■ EXERCISE DIRECTIONS:
The answer is the set of lines that include "function", copied from the data below.

[Saved data entries]
*** Block opens ***

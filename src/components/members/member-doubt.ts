import type { Role } from '../../../shared/contracts/permission.ts';

/** What is asked about before it is done. */
export type Doubt =
  | { kind: 'role' | 'remove'; member: { userId: string; name: string; role: Role } }
  | { kind: 'withdraw'; invitation: { id: string; email: string } }
  | { kind: 'revoke'; token: { id: string; name: string } };
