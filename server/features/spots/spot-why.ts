import { GUARDED, UNTAGGED } from '../../../shared/pairing/index.ts';
import { clockText } from '../../platform/clock-text.ts';

export interface WhyFacts {
  timeMs: number;
  uncertaintySeconds: number;
  tag: number;
  guardSeconds: number;
  receiver: string;
  /** The dwell that holds the spot. */
  dwell: { antenna: string; startMs: number; endMs: number } | null;
  /** Of a spot in no dwell: where the receiver's log ends before it and starts again after it. */
  gap: { fromMs: number | null; toMs: number | null } | null;
}

const thin = '\u2009';

/** The sentence that says why a spot is tagged as it is. */
export function whyTagged(facts: WhyFacts): string {
  const { dwell, guardSeconds } = facts;
  if (facts.tag === UNTAGGED || !dwell) return whyUntagged(facts);
  const after = `${durationText(facts.timeMs - dwell.startMs)} after the switch to ${dwell.antenna}`;
  if (facts.tag !== GUARDED) {
    return guardSeconds === 0 ? `${after}.` : `${after}, past the guard of ${guardSeconds}${thin}s.`;
  }
  if (facts.timeMs < dwell.startMs + guardSeconds * 1000) {
    return `${after}; the guard is ${guardSeconds}${thin}s.`;
  }
  const at = clockText(dwell.endMs).slice(11);
  return facts.uncertaintySeconds === 60
    ? `Only the minute is known: the switch at ${at} falls inside it.`
    : `The time is known to ${facts.uncertaintySeconds}${thin}s only: the switch at ${at} falls inside that.`;
}

function whyUntagged({ receiver, gap }: WhyFacts): string {
  const { fromMs = null, toMs = null } = gap ?? {};
  if (fromMs !== null && toMs !== null) {
    return `No dwell of ${receiver} covers this time: the log has a gap from ${clockText(fromMs)} to ${clockText(toMs)}.`;
  }
  if (fromMs !== null)
    return `No dwell of ${receiver} covers this time: its log ends at ${clockText(fromMs)}.`;
  if (toMs !== null) return `No dwell of ${receiver} covers this time: its log starts at ${clockText(toMs)}.`;
  return `${receiver} has no dwell in the switch log.`;
}

/** "9 s", "4 min 12 s", "3 h 5 min": two units are enough to find the place. */
function durationText(durationMs: number): string {
  const seconds = Math.floor(durationMs / 1000);
  const parts: [number, string][] = [
    [Math.floor(seconds / 86_400), 'd'],
    [Math.floor(seconds / 3600) % 24, 'h'],
    [Math.floor(seconds / 60) % 60, 'min'],
    [seconds % 60, 's'],
  ];
  const first = parts.findIndex(([n]) => n > 0);
  if (first < 0) return `0${thin}s`;
  return parts
    .slice(first, first + 2)
    .filter(([n]) => n > 0)
    .map(([n, unit]) => `${n}${thin}${unit}`)
    .join(' ');
}
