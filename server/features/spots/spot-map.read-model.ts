import type { EntityManager } from 'typeorm';
import type { QueryOf, ReplyOf } from '../../../shared/contracts/endpoint.ts';
import type { mapSpots } from '../../../shared/contracts/spot.ts';
import { InvalidRequest } from '../../platform/errors.ts';
import { refuseTurnedRange } from './spot-extent.read-model.ts';

/** Every spot of the range is read: a month is about what may be waited for. */
const longestDays = 31;
const dayMs = 86_400_000;
/** More dots than a map can show apart; the stations heard most often come first. */
const mostStations = 5000;

/** Stations heard in a stretch of time; those without a bearing (maritime mobile, unknown) have no place. */
export async function spotMap(
  manager: EntityManager,
  stationId: number,
  query: QueryOf<typeof mapSpots>,
): Promise<ReplyOf<typeof mapSpots>> {
  refuseTurnedRange(query.from, query.to);
  if (Date.parse(query.to) - Date.parse(query.from) > longestDays * dayMs) {
    const message = `Choose at most ${longestDays} days for the map.`;
    throw new InvalidRequest(message, [{ path: 'query.to', message }]);
  }
  const stations: ReplyOf<typeof mapSpots>['stations'] = await manager.query(
    `SELECT c.call, b.country, b.latitude_deg AS "latitudeDeg", b.longitude_deg AS "longitudeDeg",
       b.azimuth_deg AS "azimuthDeg", b.distance_km AS "distanceKm", heard.spots, heard.best AS "bestSnrDb"
     FROM (
       SELECT call_id, count(*)::int AS spots, max(snr_db)::int AS best FROM spot
       WHERE station_id = $1 AND heard_at >= date_trunc('second', $2::timestamptz) AND heard_at < $3::timestamptz
         AND heard_at + heard_ms * interval '1 millisecond' >= $2::timestamptz
         AND heard_at + heard_ms * interval '1 millisecond' < $3::timestamptz
         AND ($4::int IS NULL OR band_m = $4)
       GROUP BY call_id) AS heard
     JOIN call_bearing b ON b.station_id = $1 AND b.call_id = heard.call_id
     JOIN call_sign c ON c.id = heard.call_id
     WHERE b.azimuth_deg IS NOT NULL AND b.latitude_deg IS NOT NULL AND b.longitude_deg IS NOT NULL
       AND b.distance_km IS NOT NULL
     ORDER BY heard.spots DESC, c.call LIMIT $5`,
    [stationId, query.from, query.to, query.bandMetres ?? null, mostStations],
  );
  return { stations };
}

*** Block closes ***

■ RESULT FOR THIS TASK:
export function whyTagged(facts: WhyFacts): string {
function whyUntagged({ receiver, gap }: WhyFacts): string {
function durationText(durationMs: number): string {
export async function spotMap(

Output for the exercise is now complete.